BEGIN

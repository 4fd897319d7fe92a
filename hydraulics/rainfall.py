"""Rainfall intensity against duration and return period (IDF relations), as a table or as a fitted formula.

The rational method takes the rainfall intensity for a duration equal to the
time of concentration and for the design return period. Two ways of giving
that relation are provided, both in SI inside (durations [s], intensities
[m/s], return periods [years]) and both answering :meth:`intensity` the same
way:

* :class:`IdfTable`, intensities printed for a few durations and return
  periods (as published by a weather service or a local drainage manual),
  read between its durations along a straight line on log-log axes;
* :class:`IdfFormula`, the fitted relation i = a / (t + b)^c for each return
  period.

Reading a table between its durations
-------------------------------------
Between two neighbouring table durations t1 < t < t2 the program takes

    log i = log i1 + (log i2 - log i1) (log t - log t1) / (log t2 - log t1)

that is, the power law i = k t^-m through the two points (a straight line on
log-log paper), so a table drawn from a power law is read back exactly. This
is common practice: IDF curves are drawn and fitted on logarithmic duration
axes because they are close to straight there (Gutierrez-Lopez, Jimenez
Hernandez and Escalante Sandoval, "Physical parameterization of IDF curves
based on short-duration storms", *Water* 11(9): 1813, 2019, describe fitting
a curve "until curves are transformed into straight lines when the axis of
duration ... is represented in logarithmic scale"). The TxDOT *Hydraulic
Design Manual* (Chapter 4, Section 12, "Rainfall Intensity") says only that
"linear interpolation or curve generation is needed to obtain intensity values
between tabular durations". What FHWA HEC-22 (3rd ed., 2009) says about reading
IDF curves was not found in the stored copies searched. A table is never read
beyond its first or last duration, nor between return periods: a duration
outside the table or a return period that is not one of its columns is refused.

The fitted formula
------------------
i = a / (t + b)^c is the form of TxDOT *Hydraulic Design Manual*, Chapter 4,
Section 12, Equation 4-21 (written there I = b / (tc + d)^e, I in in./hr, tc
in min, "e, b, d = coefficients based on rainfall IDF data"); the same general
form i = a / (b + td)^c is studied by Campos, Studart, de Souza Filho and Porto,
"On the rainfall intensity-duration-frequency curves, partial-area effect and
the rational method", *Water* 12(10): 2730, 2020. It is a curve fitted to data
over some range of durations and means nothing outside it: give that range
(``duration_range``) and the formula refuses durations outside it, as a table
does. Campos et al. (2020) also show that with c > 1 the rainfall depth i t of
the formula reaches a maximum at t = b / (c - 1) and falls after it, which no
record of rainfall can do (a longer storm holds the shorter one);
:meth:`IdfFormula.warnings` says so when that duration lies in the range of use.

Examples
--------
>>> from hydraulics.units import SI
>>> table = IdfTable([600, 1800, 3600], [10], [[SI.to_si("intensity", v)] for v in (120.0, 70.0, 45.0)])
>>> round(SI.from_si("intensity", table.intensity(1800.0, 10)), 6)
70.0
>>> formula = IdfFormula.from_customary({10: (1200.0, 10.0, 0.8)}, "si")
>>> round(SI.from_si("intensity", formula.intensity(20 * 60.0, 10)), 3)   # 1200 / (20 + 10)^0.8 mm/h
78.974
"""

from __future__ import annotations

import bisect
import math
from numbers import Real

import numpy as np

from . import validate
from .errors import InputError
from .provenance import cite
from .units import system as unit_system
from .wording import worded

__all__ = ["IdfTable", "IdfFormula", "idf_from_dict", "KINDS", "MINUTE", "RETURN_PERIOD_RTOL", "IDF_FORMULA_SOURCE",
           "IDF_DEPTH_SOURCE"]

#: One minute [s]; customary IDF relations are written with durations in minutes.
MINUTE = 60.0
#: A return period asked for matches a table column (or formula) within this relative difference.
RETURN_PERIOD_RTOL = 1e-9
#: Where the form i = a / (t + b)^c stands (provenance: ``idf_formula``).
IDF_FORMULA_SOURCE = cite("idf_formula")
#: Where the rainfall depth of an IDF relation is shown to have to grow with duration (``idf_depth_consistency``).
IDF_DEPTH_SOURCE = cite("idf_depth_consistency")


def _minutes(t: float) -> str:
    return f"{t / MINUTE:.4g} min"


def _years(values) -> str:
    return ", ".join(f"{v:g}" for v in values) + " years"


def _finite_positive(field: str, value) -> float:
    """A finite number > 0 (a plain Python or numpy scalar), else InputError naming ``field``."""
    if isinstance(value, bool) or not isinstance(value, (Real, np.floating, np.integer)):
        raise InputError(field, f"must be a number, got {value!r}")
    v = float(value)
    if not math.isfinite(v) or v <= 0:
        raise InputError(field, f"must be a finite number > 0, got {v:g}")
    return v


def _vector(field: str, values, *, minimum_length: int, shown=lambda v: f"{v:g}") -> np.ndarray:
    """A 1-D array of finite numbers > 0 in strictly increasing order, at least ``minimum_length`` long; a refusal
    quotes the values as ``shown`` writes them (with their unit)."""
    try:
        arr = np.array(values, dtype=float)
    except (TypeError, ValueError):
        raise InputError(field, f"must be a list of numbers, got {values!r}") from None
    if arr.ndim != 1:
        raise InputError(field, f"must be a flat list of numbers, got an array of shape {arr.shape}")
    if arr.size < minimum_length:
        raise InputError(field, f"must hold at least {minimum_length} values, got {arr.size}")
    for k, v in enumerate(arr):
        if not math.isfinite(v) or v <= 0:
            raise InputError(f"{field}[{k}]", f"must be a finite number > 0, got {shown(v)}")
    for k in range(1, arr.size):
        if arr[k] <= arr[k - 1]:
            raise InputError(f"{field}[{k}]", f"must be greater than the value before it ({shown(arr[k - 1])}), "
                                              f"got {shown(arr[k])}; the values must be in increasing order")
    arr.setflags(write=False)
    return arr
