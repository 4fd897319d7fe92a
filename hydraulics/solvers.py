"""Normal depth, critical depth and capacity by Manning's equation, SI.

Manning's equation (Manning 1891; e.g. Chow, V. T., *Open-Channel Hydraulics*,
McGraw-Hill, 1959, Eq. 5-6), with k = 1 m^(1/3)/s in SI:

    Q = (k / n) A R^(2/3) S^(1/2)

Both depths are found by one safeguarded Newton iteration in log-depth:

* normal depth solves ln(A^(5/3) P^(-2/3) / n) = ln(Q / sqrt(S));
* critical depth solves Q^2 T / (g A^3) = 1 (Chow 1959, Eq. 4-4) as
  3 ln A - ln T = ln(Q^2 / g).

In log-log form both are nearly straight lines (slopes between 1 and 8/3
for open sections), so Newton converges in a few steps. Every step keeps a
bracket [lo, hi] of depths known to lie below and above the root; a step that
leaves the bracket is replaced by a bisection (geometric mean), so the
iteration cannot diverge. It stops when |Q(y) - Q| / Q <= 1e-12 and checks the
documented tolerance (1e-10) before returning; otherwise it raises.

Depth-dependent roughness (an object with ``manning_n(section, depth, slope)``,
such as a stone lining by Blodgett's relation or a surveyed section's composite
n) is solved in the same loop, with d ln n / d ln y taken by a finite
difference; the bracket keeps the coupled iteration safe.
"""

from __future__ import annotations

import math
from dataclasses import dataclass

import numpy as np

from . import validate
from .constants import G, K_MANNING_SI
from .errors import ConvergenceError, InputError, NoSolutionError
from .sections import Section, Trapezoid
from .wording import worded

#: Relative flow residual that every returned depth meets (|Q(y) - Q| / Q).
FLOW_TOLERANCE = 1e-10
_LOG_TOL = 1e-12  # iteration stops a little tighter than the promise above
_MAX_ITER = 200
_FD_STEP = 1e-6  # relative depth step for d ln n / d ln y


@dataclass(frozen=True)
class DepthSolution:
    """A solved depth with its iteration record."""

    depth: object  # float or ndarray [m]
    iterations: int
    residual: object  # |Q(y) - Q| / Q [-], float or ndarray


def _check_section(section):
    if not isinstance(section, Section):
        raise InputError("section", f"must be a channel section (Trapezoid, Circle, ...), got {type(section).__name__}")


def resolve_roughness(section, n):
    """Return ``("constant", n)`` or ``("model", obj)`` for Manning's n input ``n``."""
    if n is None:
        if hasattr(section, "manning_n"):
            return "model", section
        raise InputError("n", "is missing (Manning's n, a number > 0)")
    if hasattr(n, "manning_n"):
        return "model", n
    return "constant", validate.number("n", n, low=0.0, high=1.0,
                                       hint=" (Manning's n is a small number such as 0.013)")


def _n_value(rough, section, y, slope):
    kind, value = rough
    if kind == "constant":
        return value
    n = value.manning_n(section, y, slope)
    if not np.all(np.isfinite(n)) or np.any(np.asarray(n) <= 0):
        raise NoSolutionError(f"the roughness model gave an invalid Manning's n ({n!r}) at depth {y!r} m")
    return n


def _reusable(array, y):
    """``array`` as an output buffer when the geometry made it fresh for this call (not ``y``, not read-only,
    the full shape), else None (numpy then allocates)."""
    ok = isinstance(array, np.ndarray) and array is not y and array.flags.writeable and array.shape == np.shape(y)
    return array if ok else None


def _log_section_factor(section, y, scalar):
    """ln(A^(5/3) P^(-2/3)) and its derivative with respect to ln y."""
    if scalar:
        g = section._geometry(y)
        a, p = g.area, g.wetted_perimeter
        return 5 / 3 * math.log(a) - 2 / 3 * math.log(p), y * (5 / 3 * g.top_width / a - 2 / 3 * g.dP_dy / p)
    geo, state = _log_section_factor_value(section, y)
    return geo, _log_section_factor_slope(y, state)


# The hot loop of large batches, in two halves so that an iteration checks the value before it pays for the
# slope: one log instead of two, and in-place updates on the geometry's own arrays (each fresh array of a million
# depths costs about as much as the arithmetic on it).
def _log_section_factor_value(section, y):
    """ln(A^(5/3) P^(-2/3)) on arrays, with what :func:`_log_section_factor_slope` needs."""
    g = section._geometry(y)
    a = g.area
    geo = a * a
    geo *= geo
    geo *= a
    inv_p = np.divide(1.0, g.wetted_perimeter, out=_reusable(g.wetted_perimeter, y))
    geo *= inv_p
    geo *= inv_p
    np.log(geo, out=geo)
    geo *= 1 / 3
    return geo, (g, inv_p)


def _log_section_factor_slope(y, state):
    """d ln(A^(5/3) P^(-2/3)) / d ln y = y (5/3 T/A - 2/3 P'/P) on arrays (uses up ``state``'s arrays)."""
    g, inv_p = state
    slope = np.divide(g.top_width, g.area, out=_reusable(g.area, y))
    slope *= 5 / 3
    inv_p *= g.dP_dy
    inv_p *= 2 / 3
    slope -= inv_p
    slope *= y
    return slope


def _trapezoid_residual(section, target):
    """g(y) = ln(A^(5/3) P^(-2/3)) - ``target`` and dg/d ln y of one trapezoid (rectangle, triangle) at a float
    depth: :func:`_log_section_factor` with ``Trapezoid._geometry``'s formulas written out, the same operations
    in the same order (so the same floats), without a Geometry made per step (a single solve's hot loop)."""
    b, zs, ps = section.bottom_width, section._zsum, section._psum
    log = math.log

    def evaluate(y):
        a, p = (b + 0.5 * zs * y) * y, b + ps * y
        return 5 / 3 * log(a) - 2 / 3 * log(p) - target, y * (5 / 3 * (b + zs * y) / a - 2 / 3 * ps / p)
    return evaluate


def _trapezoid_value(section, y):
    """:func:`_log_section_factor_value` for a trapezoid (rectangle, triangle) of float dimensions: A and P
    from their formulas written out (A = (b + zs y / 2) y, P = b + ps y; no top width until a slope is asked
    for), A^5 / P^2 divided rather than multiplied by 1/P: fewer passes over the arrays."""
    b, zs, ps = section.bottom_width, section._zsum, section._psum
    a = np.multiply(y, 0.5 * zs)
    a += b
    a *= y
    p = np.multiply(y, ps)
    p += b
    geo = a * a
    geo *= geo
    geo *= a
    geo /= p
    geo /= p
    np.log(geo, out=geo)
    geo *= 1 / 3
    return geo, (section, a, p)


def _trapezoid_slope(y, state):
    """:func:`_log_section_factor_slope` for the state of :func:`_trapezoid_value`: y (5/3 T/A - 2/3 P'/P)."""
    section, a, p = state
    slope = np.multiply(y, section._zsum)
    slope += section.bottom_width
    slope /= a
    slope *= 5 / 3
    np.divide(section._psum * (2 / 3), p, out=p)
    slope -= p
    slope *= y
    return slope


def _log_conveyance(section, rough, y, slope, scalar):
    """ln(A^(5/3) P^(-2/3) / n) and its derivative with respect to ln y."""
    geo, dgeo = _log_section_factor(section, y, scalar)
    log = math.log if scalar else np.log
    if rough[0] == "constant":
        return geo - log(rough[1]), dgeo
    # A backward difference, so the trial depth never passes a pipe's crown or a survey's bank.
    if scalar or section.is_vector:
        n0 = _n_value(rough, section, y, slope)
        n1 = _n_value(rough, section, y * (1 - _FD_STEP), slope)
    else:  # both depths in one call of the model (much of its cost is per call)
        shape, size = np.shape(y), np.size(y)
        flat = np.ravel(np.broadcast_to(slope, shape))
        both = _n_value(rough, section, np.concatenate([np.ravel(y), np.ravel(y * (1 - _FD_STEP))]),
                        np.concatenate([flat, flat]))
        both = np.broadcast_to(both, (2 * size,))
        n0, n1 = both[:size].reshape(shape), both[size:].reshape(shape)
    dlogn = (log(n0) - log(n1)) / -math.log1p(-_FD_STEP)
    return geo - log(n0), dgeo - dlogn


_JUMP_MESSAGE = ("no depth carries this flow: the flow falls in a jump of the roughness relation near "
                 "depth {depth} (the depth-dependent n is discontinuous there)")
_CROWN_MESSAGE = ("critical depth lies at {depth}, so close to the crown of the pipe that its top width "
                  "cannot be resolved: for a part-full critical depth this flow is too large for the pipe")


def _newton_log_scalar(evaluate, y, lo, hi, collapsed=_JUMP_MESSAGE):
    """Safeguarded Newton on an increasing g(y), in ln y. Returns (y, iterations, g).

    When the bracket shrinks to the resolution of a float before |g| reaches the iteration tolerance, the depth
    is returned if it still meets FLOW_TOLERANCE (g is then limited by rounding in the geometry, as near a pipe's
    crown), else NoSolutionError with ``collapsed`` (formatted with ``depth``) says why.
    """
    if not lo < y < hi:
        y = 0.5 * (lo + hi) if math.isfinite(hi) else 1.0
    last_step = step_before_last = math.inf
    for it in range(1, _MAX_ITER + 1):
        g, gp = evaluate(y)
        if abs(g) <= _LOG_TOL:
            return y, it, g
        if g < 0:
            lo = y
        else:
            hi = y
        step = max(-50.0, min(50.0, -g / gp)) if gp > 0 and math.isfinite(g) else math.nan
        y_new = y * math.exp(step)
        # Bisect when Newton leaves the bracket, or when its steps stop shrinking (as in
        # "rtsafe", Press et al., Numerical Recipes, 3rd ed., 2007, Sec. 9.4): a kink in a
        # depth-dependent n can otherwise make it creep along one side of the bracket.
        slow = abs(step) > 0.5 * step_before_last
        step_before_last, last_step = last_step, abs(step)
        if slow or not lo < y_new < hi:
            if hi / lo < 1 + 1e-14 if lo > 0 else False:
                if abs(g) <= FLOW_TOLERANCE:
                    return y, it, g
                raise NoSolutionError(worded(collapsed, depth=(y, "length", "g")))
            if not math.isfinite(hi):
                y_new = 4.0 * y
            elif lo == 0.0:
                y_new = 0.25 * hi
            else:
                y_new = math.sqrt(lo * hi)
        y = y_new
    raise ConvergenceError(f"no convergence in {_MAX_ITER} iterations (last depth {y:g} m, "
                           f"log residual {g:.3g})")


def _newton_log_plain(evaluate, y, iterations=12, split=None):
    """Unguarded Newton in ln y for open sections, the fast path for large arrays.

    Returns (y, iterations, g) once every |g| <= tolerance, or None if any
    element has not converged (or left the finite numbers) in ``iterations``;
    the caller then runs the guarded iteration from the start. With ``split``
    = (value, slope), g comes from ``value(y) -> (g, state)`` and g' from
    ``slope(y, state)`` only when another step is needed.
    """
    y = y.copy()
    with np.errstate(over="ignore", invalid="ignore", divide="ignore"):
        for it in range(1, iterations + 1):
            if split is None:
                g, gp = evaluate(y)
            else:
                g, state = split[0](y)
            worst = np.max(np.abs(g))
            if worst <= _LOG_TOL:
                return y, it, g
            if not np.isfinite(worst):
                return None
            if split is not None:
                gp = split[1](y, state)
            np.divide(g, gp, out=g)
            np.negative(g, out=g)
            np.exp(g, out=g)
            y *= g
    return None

END

What is wanted is one number: how many lines in the listing hold the string "that".

**SOLUTION**. 11